--- Exercise materials Enclosed Below ---

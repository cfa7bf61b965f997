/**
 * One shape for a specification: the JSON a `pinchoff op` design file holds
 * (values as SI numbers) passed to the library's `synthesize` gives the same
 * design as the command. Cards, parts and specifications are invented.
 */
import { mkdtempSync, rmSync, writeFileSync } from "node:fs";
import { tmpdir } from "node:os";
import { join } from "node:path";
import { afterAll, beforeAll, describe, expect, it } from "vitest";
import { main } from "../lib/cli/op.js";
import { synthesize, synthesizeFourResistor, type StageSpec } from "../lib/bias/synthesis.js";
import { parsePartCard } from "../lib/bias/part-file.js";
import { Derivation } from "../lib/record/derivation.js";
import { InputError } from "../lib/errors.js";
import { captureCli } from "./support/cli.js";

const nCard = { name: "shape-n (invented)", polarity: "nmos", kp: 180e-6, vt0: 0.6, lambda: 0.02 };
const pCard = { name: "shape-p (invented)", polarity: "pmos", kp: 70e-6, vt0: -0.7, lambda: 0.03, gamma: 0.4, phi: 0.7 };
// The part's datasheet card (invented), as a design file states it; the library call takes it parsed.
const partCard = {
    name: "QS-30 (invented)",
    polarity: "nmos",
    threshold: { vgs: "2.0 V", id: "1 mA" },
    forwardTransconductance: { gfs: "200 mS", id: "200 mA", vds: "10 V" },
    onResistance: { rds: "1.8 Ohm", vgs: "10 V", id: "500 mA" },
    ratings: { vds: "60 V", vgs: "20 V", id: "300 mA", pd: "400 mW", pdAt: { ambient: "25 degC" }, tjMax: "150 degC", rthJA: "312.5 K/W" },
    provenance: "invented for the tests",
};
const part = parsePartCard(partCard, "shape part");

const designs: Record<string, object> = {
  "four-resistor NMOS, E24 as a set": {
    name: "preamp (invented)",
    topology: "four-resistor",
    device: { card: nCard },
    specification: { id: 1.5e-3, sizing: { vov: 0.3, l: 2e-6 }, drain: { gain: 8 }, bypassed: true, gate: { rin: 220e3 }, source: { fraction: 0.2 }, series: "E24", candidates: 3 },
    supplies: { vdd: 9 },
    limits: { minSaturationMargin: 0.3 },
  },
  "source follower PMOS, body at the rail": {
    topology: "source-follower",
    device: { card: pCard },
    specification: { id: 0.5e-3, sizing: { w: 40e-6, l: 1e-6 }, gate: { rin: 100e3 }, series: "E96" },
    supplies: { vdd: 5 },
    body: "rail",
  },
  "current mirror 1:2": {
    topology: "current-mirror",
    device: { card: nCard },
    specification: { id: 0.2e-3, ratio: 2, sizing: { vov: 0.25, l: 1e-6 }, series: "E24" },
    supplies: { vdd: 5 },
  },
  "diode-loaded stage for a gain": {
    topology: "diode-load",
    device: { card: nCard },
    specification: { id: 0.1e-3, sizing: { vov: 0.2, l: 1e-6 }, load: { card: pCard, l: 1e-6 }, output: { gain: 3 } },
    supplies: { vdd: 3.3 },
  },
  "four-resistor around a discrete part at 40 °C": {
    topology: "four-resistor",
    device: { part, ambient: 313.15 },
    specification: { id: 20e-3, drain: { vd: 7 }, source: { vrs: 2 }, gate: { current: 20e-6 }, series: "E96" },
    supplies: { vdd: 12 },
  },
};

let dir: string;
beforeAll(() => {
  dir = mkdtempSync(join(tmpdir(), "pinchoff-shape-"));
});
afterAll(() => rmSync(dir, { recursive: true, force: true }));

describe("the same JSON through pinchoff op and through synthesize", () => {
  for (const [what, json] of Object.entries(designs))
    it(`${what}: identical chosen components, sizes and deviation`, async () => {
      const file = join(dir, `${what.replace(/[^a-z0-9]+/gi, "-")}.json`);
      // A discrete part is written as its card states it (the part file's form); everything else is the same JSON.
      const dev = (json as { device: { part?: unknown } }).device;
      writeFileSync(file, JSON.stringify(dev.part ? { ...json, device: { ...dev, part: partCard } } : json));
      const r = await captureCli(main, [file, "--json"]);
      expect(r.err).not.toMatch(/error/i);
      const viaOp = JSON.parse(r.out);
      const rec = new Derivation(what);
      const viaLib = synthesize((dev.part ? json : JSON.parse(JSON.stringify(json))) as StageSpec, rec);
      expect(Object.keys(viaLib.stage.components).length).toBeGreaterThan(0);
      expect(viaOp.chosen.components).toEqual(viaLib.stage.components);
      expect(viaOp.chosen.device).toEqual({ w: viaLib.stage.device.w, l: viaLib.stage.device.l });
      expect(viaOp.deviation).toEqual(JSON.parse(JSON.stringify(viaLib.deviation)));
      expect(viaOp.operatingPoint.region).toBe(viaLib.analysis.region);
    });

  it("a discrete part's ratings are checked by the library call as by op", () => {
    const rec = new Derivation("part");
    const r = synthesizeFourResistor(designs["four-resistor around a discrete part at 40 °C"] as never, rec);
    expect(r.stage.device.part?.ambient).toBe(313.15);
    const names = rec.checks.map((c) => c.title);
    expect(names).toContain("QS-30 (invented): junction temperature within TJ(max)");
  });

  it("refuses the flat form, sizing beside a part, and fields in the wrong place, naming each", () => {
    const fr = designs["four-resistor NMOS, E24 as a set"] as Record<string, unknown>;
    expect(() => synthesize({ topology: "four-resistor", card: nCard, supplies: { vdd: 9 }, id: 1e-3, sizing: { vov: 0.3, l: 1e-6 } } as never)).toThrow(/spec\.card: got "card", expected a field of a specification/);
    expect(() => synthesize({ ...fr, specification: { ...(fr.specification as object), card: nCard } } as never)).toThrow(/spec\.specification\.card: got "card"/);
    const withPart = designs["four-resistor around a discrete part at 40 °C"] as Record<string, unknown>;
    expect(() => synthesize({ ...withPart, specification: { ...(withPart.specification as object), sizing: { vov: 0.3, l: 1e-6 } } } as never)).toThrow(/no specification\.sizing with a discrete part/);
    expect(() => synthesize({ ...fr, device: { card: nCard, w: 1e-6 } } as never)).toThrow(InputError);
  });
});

--- End of Enclosed Exercise materials ---

* Exercise details: Copy each line above where the string "rmSync" occurs.

* Answer to this task:
import { mkdtempSync, rmSync, writeFileSync } from "node:fs";
afterAll(() => rmSync(dir, { recursive: true, force: true }));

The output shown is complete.